Action item: Write out the data again in full, keeping every character the same.

Entries supplied:
------------

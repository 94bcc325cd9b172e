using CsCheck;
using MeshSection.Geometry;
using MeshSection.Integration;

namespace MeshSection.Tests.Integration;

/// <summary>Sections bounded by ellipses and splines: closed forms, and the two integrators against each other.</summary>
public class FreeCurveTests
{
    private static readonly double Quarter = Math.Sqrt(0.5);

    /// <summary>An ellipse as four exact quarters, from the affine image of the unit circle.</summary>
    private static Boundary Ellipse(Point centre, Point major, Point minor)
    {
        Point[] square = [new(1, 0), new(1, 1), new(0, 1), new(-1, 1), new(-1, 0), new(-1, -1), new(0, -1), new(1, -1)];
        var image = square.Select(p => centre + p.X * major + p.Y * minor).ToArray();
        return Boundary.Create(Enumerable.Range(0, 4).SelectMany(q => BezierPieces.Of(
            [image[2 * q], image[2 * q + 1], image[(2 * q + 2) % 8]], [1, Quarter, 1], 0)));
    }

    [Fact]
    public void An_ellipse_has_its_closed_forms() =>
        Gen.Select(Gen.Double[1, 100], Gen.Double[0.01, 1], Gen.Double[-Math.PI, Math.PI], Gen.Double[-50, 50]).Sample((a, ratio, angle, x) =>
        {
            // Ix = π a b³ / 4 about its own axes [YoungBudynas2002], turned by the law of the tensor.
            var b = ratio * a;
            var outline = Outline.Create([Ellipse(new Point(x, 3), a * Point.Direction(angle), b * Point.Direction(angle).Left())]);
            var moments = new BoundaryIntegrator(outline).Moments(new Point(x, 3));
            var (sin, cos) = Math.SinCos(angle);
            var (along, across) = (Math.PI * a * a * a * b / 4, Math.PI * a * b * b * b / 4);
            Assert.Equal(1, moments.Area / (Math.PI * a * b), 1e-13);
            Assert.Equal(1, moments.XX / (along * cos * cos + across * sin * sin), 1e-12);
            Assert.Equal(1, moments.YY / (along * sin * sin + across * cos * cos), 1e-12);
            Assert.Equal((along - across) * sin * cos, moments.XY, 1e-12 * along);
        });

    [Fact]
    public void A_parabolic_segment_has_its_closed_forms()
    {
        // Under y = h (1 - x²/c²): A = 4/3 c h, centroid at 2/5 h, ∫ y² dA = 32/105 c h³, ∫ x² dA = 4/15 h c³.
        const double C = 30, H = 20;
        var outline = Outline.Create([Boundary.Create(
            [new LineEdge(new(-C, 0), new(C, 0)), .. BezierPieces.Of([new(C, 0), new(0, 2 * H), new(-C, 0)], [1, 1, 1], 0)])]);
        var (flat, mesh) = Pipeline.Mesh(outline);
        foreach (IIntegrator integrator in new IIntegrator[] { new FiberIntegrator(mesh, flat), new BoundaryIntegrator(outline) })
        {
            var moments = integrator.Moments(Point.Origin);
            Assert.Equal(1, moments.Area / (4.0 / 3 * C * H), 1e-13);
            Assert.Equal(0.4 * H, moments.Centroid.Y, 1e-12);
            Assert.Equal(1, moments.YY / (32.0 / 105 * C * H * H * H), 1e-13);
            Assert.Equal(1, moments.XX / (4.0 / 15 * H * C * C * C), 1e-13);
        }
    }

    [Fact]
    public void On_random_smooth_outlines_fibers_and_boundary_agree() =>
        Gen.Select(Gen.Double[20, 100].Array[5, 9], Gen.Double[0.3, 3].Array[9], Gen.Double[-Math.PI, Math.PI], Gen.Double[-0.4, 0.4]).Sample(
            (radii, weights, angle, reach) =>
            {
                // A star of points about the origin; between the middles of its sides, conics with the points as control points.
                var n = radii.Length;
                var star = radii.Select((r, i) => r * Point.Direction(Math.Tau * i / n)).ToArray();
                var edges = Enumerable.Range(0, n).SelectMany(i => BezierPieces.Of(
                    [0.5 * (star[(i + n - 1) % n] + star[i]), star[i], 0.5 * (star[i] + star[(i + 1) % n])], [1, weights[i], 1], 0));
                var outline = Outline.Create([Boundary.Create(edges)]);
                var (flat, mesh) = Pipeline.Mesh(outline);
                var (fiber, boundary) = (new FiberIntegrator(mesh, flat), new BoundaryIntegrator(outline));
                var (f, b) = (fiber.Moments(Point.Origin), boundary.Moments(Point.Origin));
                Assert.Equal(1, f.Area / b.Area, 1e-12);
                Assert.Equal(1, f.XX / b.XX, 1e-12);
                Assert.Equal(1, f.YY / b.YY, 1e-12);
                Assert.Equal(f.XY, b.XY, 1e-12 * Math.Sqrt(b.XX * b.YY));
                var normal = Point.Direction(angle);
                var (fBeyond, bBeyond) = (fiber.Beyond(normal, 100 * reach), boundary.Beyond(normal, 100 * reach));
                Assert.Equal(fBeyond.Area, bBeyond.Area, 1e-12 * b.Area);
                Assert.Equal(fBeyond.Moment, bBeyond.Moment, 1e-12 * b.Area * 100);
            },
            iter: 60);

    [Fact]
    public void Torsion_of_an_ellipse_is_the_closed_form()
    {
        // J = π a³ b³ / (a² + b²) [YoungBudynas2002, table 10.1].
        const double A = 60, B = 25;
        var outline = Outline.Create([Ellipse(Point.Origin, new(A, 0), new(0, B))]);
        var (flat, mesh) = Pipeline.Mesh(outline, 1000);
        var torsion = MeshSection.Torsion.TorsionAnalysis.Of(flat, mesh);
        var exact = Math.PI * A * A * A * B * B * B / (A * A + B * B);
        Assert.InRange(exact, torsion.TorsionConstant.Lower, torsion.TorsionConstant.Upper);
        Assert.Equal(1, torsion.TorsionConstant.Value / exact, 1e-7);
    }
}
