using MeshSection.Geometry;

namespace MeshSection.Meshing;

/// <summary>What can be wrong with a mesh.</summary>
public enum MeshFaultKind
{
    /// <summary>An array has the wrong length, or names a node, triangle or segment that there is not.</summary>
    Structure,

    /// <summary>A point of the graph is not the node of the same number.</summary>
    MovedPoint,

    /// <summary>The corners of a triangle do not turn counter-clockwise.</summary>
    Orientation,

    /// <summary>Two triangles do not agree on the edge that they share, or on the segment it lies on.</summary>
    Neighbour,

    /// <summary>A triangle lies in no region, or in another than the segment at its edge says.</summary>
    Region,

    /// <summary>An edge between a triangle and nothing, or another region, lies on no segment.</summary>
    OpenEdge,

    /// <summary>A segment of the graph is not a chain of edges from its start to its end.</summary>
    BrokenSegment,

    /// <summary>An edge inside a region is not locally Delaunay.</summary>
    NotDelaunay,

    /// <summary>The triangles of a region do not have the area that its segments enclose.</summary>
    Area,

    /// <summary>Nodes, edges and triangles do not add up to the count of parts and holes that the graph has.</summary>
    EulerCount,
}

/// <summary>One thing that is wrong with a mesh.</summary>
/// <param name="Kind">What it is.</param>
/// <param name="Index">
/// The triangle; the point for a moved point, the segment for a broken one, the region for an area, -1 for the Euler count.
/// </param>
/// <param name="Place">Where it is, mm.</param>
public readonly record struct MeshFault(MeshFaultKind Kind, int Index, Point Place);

------------

Exercise response:
repository 94bcc325cd9b172e
using CsCheck;
using MeshSection.Geometry;
using MeshSection.Integration;

namespace MeshSection.Tests.Integration;

/// <summary>Sections bounded by ellipses and splines: closed forms, and the two integrators against each other.</summary>
public class FreeCurveTests
{
    private static readonly double Quarter = Math.Sqrt(0.5);

    /// <summary>An ellipse as four exact quarters, from the affine image of the unit circle.</summary>
    private static Boundary Ellipse(Point centre, Point major, Point minor)
    {
        Point[] square = [new(1, 0), new(1, 1), new(0, 1), new(-1, 1), new(-1, 0), new(-1, -1), new(0, -1), new(1, -1)];
        var image = square.Select(p => centre + p.X * major + p.Y * minor).ToArray();
        return Boundary.Create(Enumerable.Range(0, 4).SelectMany(q => BezierPieces.Of(
            [image[2 * q], image[2 * q + 1], image[(2 * q + 2) % 8]], [1, Quarter, 1], 0)));
    }

    [Fact]
    public void An_ellipse_has_its_closed_forms() =>
        Gen.Select(Gen.Double[1, 100], Gen.Double[0.01, 1], Gen.Double[-Math.PI, Math.PI], Gen.Double[-50, 50]).Sample((a, ratio, angle, x) =>
        {
            // Ix = π a b³ / 4 about its own axes [YoungBudynas2002], turned by the law of the tensor.
            var b = ratio * a;
            var outline = Outline.Create([Ellipse(new Point(x, 3), a * Point.Direction(angle), b * Point.Direction(angle).Left())]);
            var moments = new BoundaryIntegrator(outline).Moments(new Point(x, 3));
            var (sin, cos) = Math.SinCos(angle);
            var (along, across) = (Math.PI * a * a * a * b / 4, Math.PI * a * b * b * b / 4);
            Assert.Equal(1, moments.Area / (Math.PI * a * b), 1e-13);
            Assert.Equal(1, moments.XX / (along * cos * cos + across * sin * sin), 1e-12);
            Assert.Equal(1, moments.YY / (along * sin * sin + across * cos * cos), 1e-12);
            Assert.Equal((along - across) * sin * cos, moments.XY, 1e-12 * along);
        });

    [Fact]
    public void A_parabolic_segment_has_its_closed_forms()
    {
        // Under y = h (1 - x²/c²): A = 4/3 c h, centroid at 2/5 h, ∫ y² dA = 32/105 c h³, ∫ x² dA = 4/15 h c³.
        const double C = 30, H = 20;
        var outline = Outline.Create([Boundary.Create(
            [new LineEdge(new(-C, 0), new(C, 0)), .. BezierPieces.Of([new(C, 0), new(0, 2 * H), new(-C, 0)], [1, 1, 1], 0)])]);
        var (flat, mesh) = Pipeline.Mesh(outline);
        foreach (IIntegrator integrator in new IIntegrator[] { new FiberIntegrator(mesh, flat), new BoundaryIntegrator(outline) })
        {
            var moments = integrator.Moments(Point.Origin);
            Assert.Equal(1, moments.Area / (4.0 / 3 * C * H), 1e-13);
            Assert.Equal(0.4 * H, moments.Centroid.Y, 1e-12);
            Assert.Equal(1, moments.YY / (32.0 / 105 * C * H * H * H), 1e-13);
            Assert.Equal(1, moments.XX / (4.0 / 15 * H * C * C * C), 1e-13);
        }
    }

    [Fact]
    public void On_random_smooth_outlines_fibers_and_boundary_agree() =>
        Gen.Select(Gen.Double[20, 100].Array[5, 9], Gen.Double[0.3, 3].Array[9], Gen.Double[-Math.PI, Math.PI], Gen.Double[-0.4, 0.4]).Sample(
            (radii, weights, angle, reach) =>
            {
                // A star of points about the origin; between the middles of its sides, conics with the points as control points.
                var n = radii.Length;
                var star = radii.Select((r, i) => r * Point.Direction(Math.Tau * i / n)).ToArray();
                var edges = Enumerable.Range(0, n).SelectMany(i => BezierPieces.Of(
                    [0.5 * (star[(i + n - 1) % n] + star[i]), star[i], 0.5 * (star[i] + star[(i + 1) % n])], [1, weights[i], 1], 0));
                var outline = Outline.Create([Boundary.Create(edges)]);
                var (flat, mesh) = Pipeline.Mesh(outline);
                var (fiber, boundary) = (new FiberIntegrator(mesh, flat), new BoundaryIntegrator(outline));
                var (f, b) = (fiber.Moments(Point.Origin), boundary.Moments(Point.Origin));
                Assert.Equal(1, f.Area / b.Area, 1e-12);
                Assert.Equal(1, f.XX / b.XX, 1e-12);
                Assert.Equal(1, f.YY / b.YY, 1e-12);
                Assert.Equal(f.XY, b.XY, 1e-12 * Math.Sqrt(b.XX * b.YY));
                var normal = Point.Direction(angle);
                var (fBeyond, bBeyond) = (fiber.Beyond(normal, 100 * reach), boundary.Beyond(normal, 100 * reach));
                Assert.Equal(fBeyond.Area, bBeyond.Area, 1e-12 * b.Area);
                Assert.Equal(fBeyond.Moment, bBeyond.Moment, 1e-12 * b.Area * 100);
            },
            iter: 60);

    [Fact]
    public void Torsion_of_an_ellipse_is_the_closed_form()
    {
        // J = π a³ b³ / (a² + b²) [YoungBudynas2002, table 10.1].
        const double A = 60, B = 25;
        var outline = Outline.Create([Ellipse(Point.Origin, new(A, 0), new(0, B))]);
        var (flat, mesh) = Pipeline.Mesh(outline, 1000);
        var torsion = MeshSection.Torsion.TorsionAnalysis.Of(flat, mesh);
        var exact = Math.PI * A * A * A * B * B * B / (A * A + B * B);
        Assert.InRange(exact, torsion.TorsionConstant.Lower, torsion.TorsionConstant.Upper);
        Assert.Equal(1, torsion.TorsionConstant.Value / exact, 1e-7);
    }
}
using MeshSection.Geometry;

namespace MeshSection.Meshing;

/// <summary>What can be wrong with a mesh.</summary>
public enum MeshFaultKind
{
    /// <summary>An array has the wrong length, or names a node, triangle or segment that there is not.</summary>
    Structure,

    /// <summary>A point of the graph is not the node of the same number.</summary>
    MovedPoint,

    /// <summary>The corners of a triangle do not turn counter-clockwise.</summary>
    Orientation,

    /// <summary>Two triangles do not agree on the edge that they share, or on the segment it lies on.</summary>
    Neighbour,

    /// <summary>A triangle lies in no region, or in another than the segment at its edge says.</summary>
    Region,

    /// <summary>An edge between a triangle and nothing, or another region, lies on no segment.</summary>
    OpenEdge,

    /// <summary>A segment of the graph is not a chain of edges from its start to its end.</summary>
    BrokenSegment,

    /// <summary>An edge inside a region is not locally Delaunay.</summary>
    NotDelaunay,

    /// <summary>The triangles of a region do not have the area that its segments enclose.</summary>
    Area,

    /// <summary>Nodes, edges and triangles do not add up to the count of parts and holes that the graph has.</summary>
    EulerCount,
}

/// <summary>One thing that is wrong with a mesh.</summary>
/// <param name="Kind">What it is.</param>
/// <param name="Index">
/// The triangle; the point for a moved point, the segment for a broken one, the region for an area, -1 for the Euler count.
/// </param>
/// <param name="Place">Where it is, mm.</param>
public readonly record struct MeshFault(MeshFaultKind Kind, int Index, Point Place);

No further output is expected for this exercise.